The easiest way to misread a filing like this is to focus on breadth first. Breadth matters, but capital weighting matters more. In Rehmann Capital Advisory Group, the market's largest liquid positions still controlled the tone of the portfolio. IVE, IVW, IEFA, VOO, FBND were not just present; they were the part of the filing that actually moved the risk budget.

That matters because it tells you this was not a hidden small-cap or thematic-expression book. It was a manager saying that even a wide lineup still wants the same liquid earnings engines at the center.

What Changed Under the Surface

The Q3-to-Q4 overlap still left room for churn. Among the fetched lines, 45 tickers were new and 45 disappeared. Names such as 34959E109, AKRE, ALB, ARMN, BCS, BPRE help show how the manager widened implementation without giving up the top-of-book hierarchy.

The more useful read is not that the fund owns many names. It is that the added complexity still resolves into a familiar hierarchy. That is how many institutional portfolios evolve when they want optionality without abandoning a core market view.

What Analysts Might Misread

A high line count can look like diversification in the abstract and a low line count can look like conviction in the abstract. Reality is messier. Rehmann Capital Advisory Group shows that you can own hundreds of positions and still let a handful of names define the outcome distribution. Investors who only scan holdings count will miss that asymmetry.
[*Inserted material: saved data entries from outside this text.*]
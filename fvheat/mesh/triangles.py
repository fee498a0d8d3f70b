"""Conforming triangle meshes: Case → vertex-centred Mesh (the box method).

Every region outline and hole, every boundary segment, flanking cut and probe point is a
constraint of the triangulation (the `triangle` library: constrained, quality-bounded
Delaunay). Sizes follow ``[mesh]``: edges of about ``max_cell`` far from corners, shrinking
to ``min_cell`` at every outline corner and boundary-segment end (``corner_cell`` at
corners on surfaces tied to a temperature, a quarter of it at their re-entrant corners),
growing by ``growth`` per cell in between.
Each triangle takes the material of the last region containing its centroid (triangles
never straddle an outline, so this is exact); triangles no region covers are dropped.

The faces are those of the box method (:func:`box_faces`): every triangle contributes a
piece of dual edge (edge midpoint → centroid) to each of its three edges with the
conductance k_T·½·cot θ (θ the angle opposite the edge), which makes the conduction matrix
the P1 finite-element stiffness matrix, symmetric and exact at material interfaces.
"""

from __future__ import annotations

import logging

import numpy as np
from scipy.spatial import cKDTree

from fvheat.case.model import Case
from fvheat.errors import CaseError
from fvheat.mesh.geometry import points_in_polygon, segment_frame
from fvheat.mesh.lattice import SPACING, seed_points
from fvheat.mesh.mesh import Mesh
from fvheat.mesh.rectilinear import CORNER_TURN_DEG, on_body
from fvheat.mesh.segments import attach_boundaries
from fvheat.mesh.size import check_node_count

log = logging.getLogger(__name__)

#: smallest angle (degrees) triangle keeps in every triangle it makes (where the input
#: angles allow): 25° keeps the refinement terminating for any input
MIN_ANGLE_DEG = 25.0
#: refinement passes towards the size function
PASSES = 6
#: edges at a re-entrant corner of a surface tied to a temperature are ``corner_cell``
#: divided by this. The box method reads the surface temperature at the corner node itself,
#: and the node's two half-edges exchange heat at the node value (lumped), so the corner
#: value's error falls about linearly with the corner edge (measured on
#: cases/wall_window_junction.toml, glass meets frame, against the scikit-fem reference of
#: tests/validation/test_corner_points.py: +0.064, +0.023, −0.005 K at 1, 0.5, 0.25 mm),
#: where the grid extrapolates to the corner from a face centre half a cell away.
REENTRANT_DIVISOR = 4.0


def build_triangle_mesh(case: Case, refine: float = 1.0) -> Mesh:
    """Triangulate the case's regions and attach its boundaries (see the module text).

    ``refine`` divides every size (and the logarithm of ``growth``), as for the
    rectilinear grid. Raises :class:`CaseError` for a boundary on no exterior edge, an edge
    two boundaries claim, or a probe outside the body.
    """
    import triangle

    points, segments, _ = constraints(case)
    size = size_function(case, refine)
    pslg = {"vertices": points, "segments": segments}
    rough = triangle.triangulate(pslg, "pQ")
    region = paint_triangles(case, rough["vertices"], rough["triangles"])
    outside = rough["vertices"][rough["triangles"][region < 0]].mean(axis=1)
    if outside.size:
        pslg["holes"] = outside
    flags = f"pq{MIN_ANGLE_DEG:g}Q"
    # triangle reads the area bound as a plain decimal (no exponent)
    # the body at the largest size alone: about one node per two triangles, before any is made
    body = float(_triangle_areas(rough["vertices"], rough["triangles"][region >= 0]).sum())
    check_node_count(case, int(body / float(_area(size.largest)) / 2), refined=refine > 1.0)
    largest = np.format_float_positional(float(_area(size.largest)), trim="-")
    seeds = seed_points(
        points,
        segments,
        SPACING * size.largest,
        lambda p: paint_points(case, p) >= 0,
        size,
        size.largest,
    )
    pslg["vertices"] = np.vstack([points, seeds])
    tri = triangle.triangulate(pslg, flags + f"a{largest}")
    for _ in range(PASSES if size.graded else 0):
        v, t = tri["vertices"], tri["triangles"]
        target = _area(size(v[t].mean(axis=1)))
        area = _triangle_areas(v, t)
        if np.all(area <= 1.3 * target):
            break  # every triangle within 1.3 × its target area
        # the triangles this pass will make (each at most its target area), before it runs
        planned = float((area / target).clip(1.0).sum())
        check_node_count(case, int(planned / 2), refined=refine > 1.0)
        tri = triangle.triangulate(dict(tri, triangle_max_area=target), "r" + flags + "a")
    v, t = tri["vertices"], tri["triangles"].astype(np.int64)
    return finish_mesh(case, v, t, paint_triangles(case, v, t))


def finish_mesh(case: Case, v: np.ndarray, t: np.ndarray, region: np.ndarray) -> Mesh:
    """The box-method mesh of triangles ``t`` on points ``v`` (m) painted by ``region``
    (index of the case region per triangle, −1: dropped), with the case's boundaries
    attached and its probes checked."""
    from dataclasses import replace

    from fvheat.mesh.ordering import spatial_order

    keep = region >= 0
    used, t = np.unique(t[keep], return_inverse=True)
    # nodes along a Z-order curve, triangles by their first node: memory locality for
    # assembly, the AMG hierarchy and every matrix product (see mesh/ordering.py)
    order = spatial_order(v[used])
    used = used[order]
    rank = np.empty_like(order)
    rank[order] = np.arange(order.size)
    t = rank[t.reshape(-1, 3)]
    by_node = np.argsort(t.min(axis=1), kind="stable")
    t = t[by_node]
    tri_region = region[keep][by_node]
    names = tuple(case.materials)
    material = np.array([names.index(r.material) for r in case.regions], dtype=np.int32)
    mesh = box_mesh(v[used], t, material[tri_region], names, tuple(b.name for b in case.boundaries))
    mesh = replace(
        mesh,
        piece_region=np.repeat(tri_region, 3),
        region=_dominant(mesh, np.repeat(tri_region, 3)),
    )
    mesh = attach_boundaries(case, mesh)
    check_probes(case, mesh)
    return mesh


def _area(h: np.ndarray | float) -> np.ndarray:
    """Area (m²) of an equilateral triangle of edge ``h`` (m)."""
    return np.sqrt(3.0) / 4.0 * np.asarray(h, float) ** 2


def _triangle_areas(v: np.ndarray, t: np.ndarray) -> np.ndarray:
    a, b, c = v[t[:, 0]], v[t[:, 1]], v[t[:, 2]]
    return 0.5 * (
        (b[:, 0] - a[:, 0]) * (c[:, 1] - a[:, 1]) - (b[:, 1] - a[:, 1]) * (c[:, 0] - a[:, 0])
    )


#: corner groups up to this many points are measured point by point, larger ones by a tree
FEW_CORNERS = 4


class SizeFunction:
    """Target edge length h(x) = min(max_cell, min over corners c of s_c + (g − 1)·|x − c|)
    (m), with s_c the corner's first size and g the growth ratio."""

    def __init__(self, largest: float, groups: list[tuple[np.ndarray, float]], growth: float):
        self.largest = largest
        self.growth = growth
        # a group whose size is not below the largest cannot lower h anywhere
        self.groups = [(np.asarray(p, float), s) for p, s in groups if len(p) and s < largest]
        self.trees = [cKDTree(p) if len(p) > FEW_CORNERS else None for p, _ in self.groups]

    @property
    def graded(self) -> bool:
        """Whether any corner asks for edges shorter than the largest."""
        return bool(self.groups)

    def __call__(self, x: np.ndarray) -> np.ndarray:
        """h (m) at the points ``x`` (n, 2) m."""
        h = np.full(len(x), self.largest)
        slope = self.growth - 1.0
        for (p, s), tree in zip(self.groups, self.trees, strict=True):
            # beyond (largest − s)/slope of every corner the group cannot lower h: the
            # tree stops searching there (distance inf), most points of a large mesh
            reach = (self.largest - s) / slope if slope > 0.0 else np.inf
            if tree is not None:
                d, _ = tree.query(x, distance_upper_bound=reach * (1.0 + 1e-9))
            else:  # a few corners: all distances, vectorised, cheaper than the tree
                d = np.full(len(x), np.inf)
                for c in p:
                    d = np.minimum(d, np.hypot(x[:, 0] - c[0], x[:, 1] - c[1]))
            h = np.minimum(h, s + slope * d)
        return h


def size_function(case: Case, refine: float = 1.0) -> SizeFunction:
    """The size function of the case's ``[mesh]`` settings (see :class:`SizeFunction`)."""
    s = case.mesh
    corners, tied = corner_points(case)
    sharp = tied & reentrant(case, corners)
    groups = [
        (corners[~tied], s.min_cell / refine),
        (corners[tied & ~sharp], s.corner_size / refine),
        (corners[sharp], s.corner_size / REENTRANT_DIVISOR / refine),
    ]
    return SizeFunction(s.max_cell / refine, groups, s.growth ** (1.0 / refine))


def corner_points(case: Case) -> tuple[np.ndarray, np.ndarray]:
    """Corner points (k, 2) m: outline vertices turning by more than
    :data:`~fvheat.mesh.rectilinear.CORNER_TURN_DEG` and boundary-segment ends on the body;
    and whether each lies on a boundary tying the surface to a temperature."""
    pts = []
    for ring in _rings(case):
        e_in = ring - np.roll(ring, 1, axis=0)
        e_out = np.roll(ring, -1, axis=0) - ring
        cos = np.einsum("ij,ij->i", e_in, e_out) / np.maximum(
            np.hypot(*e_in.T) * np.hypot(*e_out.T), 1e-300
        )
        pts.append(ring[cos < np.cos(np.radians(CORNER_TURN_DEG))])
    ends = np.array([p for b in case.boundaries for e in b.edges for p in e], float).reshape(-1, 2)
    if len(ends):
        pts.append(ends[on_body(case, ends)])
    corners = np.unique(np.concatenate(pts), axis=0) if pts else np.zeros((0, 2))
    segs = [e for b in case.boundaries if b.ties_temperature for e in b.edges]
    tied = np.zeros(len(corners), dtype=bool)
    scale = _scale(case)
    for p0, p1 in segs:
        tied |= _distance_to_segment(corners, np.asarray(p0), np.asarray(p1)) <= 1e-9 * scale
    return corners, tied


#: directions sampled around a corner point to tell whether it is re-entrant
_AROUND = 64


def reentrant(case: Case, points: np.ndarray) -> np.ndarray:
    """Whether the body covers more than half of a small circle around each point (n, 2) m
    (a re-entrant corner: the inside surface is coldest there). Vectorised over points and
    directions."""
    if len(points) == 0:
        return np.zeros(0, dtype=bool)
    angle = (np.arange(_AROUND) + 0.5) * (2.0 * np.pi / _AROUND)
    step = 1e-6 * _scale(case) * np.column_stack([np.cos(angle), np.sin(angle)])
    around = (points[:, None, :] + step[None, :, :]).reshape(-1, 2)
    covered = on_body(case, around).reshape(len(points), _AROUND).mean(axis=1)
    return covered > 0.5 + 1.0 / _AROUND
Questions Investors May Ask

Does the line count tell me how diversified this portfolio really is?

No. The more useful test is concentration at the top and whether the same tickers keep dominating the value column.

Why do the biggest weights matter more than the add count?

Because the biggest weights define what has to go right. Everything below that is often implementation detail rather than portfolio identity.

How should I use this filing on 13F Insight?

Start with the filer page at Rehmann Capital Advisory Group, then compare the top-of-book structure with other allocators in the research hub and the concentration guide in learn.

What is the main takeaway from this Q4 filing?

The hierarchy mattered more than the breadth. Even with a broad book, a familiar set of large-cap positions still carried the thesis.